**Work request:** From the records beneath, determine how many lines contain "Analysis" and report only that figure.

**Given data:**
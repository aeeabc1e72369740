"""Write a run's outputs into a (temporary) results folder, and the summary that goes with them.

Writers only: every figure was computed before (see :mod:`.steps` and
:mod:`.scenarios`).  ``results.gpkg`` (layers), GeoTIFFs, SLD styles, CSV
tables, the reach profile chart, ``map.html`` and ``summary.json``.
"""

from __future__ import annotations

import hashlib
from pathlib import Path

import numpy as np
import pandas as pd

from .._meta import CAUTION
from ..export.jsonout import dumps
from ..export.report import write_report
from ..study import Study
from .scenarios import edges_layer
from .steps import Analysis

__all__ = ["summarise", "write_outputs", "write_surface_outputs", "write_summary", "sha256", "nodes_layer",
           "layer_descriptions"]


def layer_descriptions(layers: dict, weight) -> dict:
    """Each layer's description: the caution, and for a layer with costs on the routing weight, its unit.

    ``hub_cost`` fields (and their ``_before``/``_after``/``_change``) are in
    the weight's unit; the description names it, so the GeoPackage says
    what its numbers count (:mod:`geo_reach.glossary`).
    """
    out = {}
    for name, frame in layers.items():
        text = CAUTION
        if weight is not None and any(str(c).startswith(("hub_cost", "eccentricity", "path_cost"))
                                      for c in getattr(frame, "columns", [])):
            text = (f"Costs (hub_cost, eccentricity, path_cost) in {weight.unit_name} ({weight.unit}): routing "
                    f"weight {weight.name}, {weight.describes}; hub_minutes are always minutes. {CAUTION}")
        out[name] = text
    return out


def nodes_layer(a: Analysis):
    nodes = a.build.network.nodes_frame()
    for k, v in a.node_fields.items():
        nodes[k] = v
    return nodes


def _pop_dict(ps):
    if ps is None:
        return None
    return {"population_total": ps.population_total, "population_by_band": ps.population_by_band,
            "population_beyond": ps.population_beyond, "population_unreachable": ps.population_unreachable,
            "mean_hub_minutes": ps.population_weighted_minutes}


def _growth(g) -> dict | str:
    """The reach profile's growth class under the glossary's names."""
    if not hasattr(g, "__dict__"):
        return str(g)
    return {"kind": g.kind, "exponent": g.exponent, "rate": g.rate, "points": g.points,
            "fit_error_polynomial": g.rss_power, "fit_error_exponential": g.rss_exponential}


def summarise(study: Study, a: Analysis) -> dict:
    r = a.build.report
    out = {
        "network": {k: r[k] for k in ("nodes", "edges", "components", "largest_component_nodes",
                                      "input_length_m", "network_length_m", "issues", "crs")},
        "metrics": a.metrics,
    }
    if a.profile is not None:
        g = a.profile.growth
        out["reach_profile"] = {
            "sources": len(a.profile.sources),
            "steps": [{"cost": float(c), "nodes": float(n), "length_m": float(l)}
                      for c, n, l in zip(a.profile.cost, a.profile.nodes, a.profile.length_m)],
            "growth": _growth(g),
        }
    if a.hub_table is not None:
        out["hubs"] = {"count": int(len(a.hub_table)), "joined": int(a.hub_table["joined"].sum()),
                       "hub_numbers": {str(i + 1): str(h) for i, h in enumerate(a.hubs.ids)}}
    if a.surface is not None:
        g = a.grid
        out["surface"] = {"cell_m": g.cell_m, "width": g.width, "height": g.height,
                          "clipped_slopes": a.surface.clipped_slopes, "join_cells": a.surface.seed_cells,
                          "impassable_cells": a.surface.impassable_cells}
        out.update(_pop_dict(a.pop_stats) or {})
        if a.kind_pop_stats:
            out["by_kind"] = {k: _pop_dict(v) for k, v in a.kind_pop_stats.items()}
        if a.rai is not None:
            r = a.rai        # shares in % as everywhere a planner reads them (glossary: share_pct)
            out["rural_access_index"] = {"share_pct": 100.0 * r.share, "population_within": r.population_within,
                                         "population_total": r.population_total, "distance_m": r.distance_m}
        if a.weak is not None:
            top = a.weak.head(5)
            out["weak_regions"] = [{"rank": int(row["rank"]), "reason": row["reason"],
                                    "population": float(row["population"]) if pd.notna(row["population"]) else None,
                                    "area_km2": float(row["area_km2"])} for _, row in top.iterrows()]
            out["weak_regions_count"] = int(len(a.weak))
    out["notes"] = list(a.notes)
    return out


def sha256(path: Path) -> str:
    h = hashlib.sha256()
    with open(path, "rb") as f:
        for chunk in iter(lambda: f.read(1 << 20), b""):
            h.update(chunk)
    return h.hexdigest()


def write_summary(folder: Path, summary: dict) -> None:
    """``summary.json`` (UTF-8, the one JSON encoder's rules)."""
    (Path(folder) / "summary.json").write_text(dumps(summary) + "\n", encoding="utf-8")


def _write_surface_rasters(folder: Path, a: Analysis):
    """``hub_minutes.tif``, ``nearest_hub.tif`` (and per kind), ``connection_m.tif`` for cable layers.

    Every band carries a description and unit; the nearest-hub rasters their hub names as categories
    (``<name>.tif.aux.xml``) and a labelled style (``<name>.sld``)."""
    from ..export.raster import hub_categories, write_result_raster

    g = a.grid
    cats = hub_categories(a.hubs.frame)
    write_result_raster(folder / "hub_minutes.tif", a.surface.minutes.astype(np.float32), g, np.nan)
    write_result_raster(folder / "nearest_hub.tif", a.surface.nearest_hub.astype(np.int32), g, 0, categories=cats)
    for kind, ks in a.kind_surfaces.items():
        write_result_raster(folder / f"hub_minutes_{kind}.tif", ks.minutes.astype(np.float32), g, np.nan)
        write_result_raster(folder / f"nearest_hub_{kind}.tif", ks.nearest_hub.astype(np.int32), g, 0,
                            categories=[c for c in cats if c.kind == kind])
    if a.connection_m is not None:
        write_result_raster(folder / "connection_m.tif", a.connection_m.astype(np.float32), g, np.nan)


def _write_section_rasters(folder: Path, a: Analysis):
    """The sections' rasters (``<name>.tif``, float32, NaN = no value)."""
    from ..export.raster import write_result_raster

    for sec in a.sections.values():
        for name, (values, grid) in sec.rasters.items():
            write_result_raster(folder / f"{name}.tif", np.asarray(values, np.float32), grid, np.nan)


def _write_deltas(folder: Path, base: Analysis, scenarios: dict):
    """``hub_minutes_change_<scenario>.tif``: scenario minus baseline (negative = faster)."""
    from ..export.raster import write_result_raster

    if base.surface is None:
        return
    g = base.grid
    for name, sc in scenarios.items():
        if sc.get("delta") is not None:
            write_result_raster(folder / f"hub_minutes_change_{name}.tif", sc["delta"].astype(np.float32), g, np.nan)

**Exercise response:** 6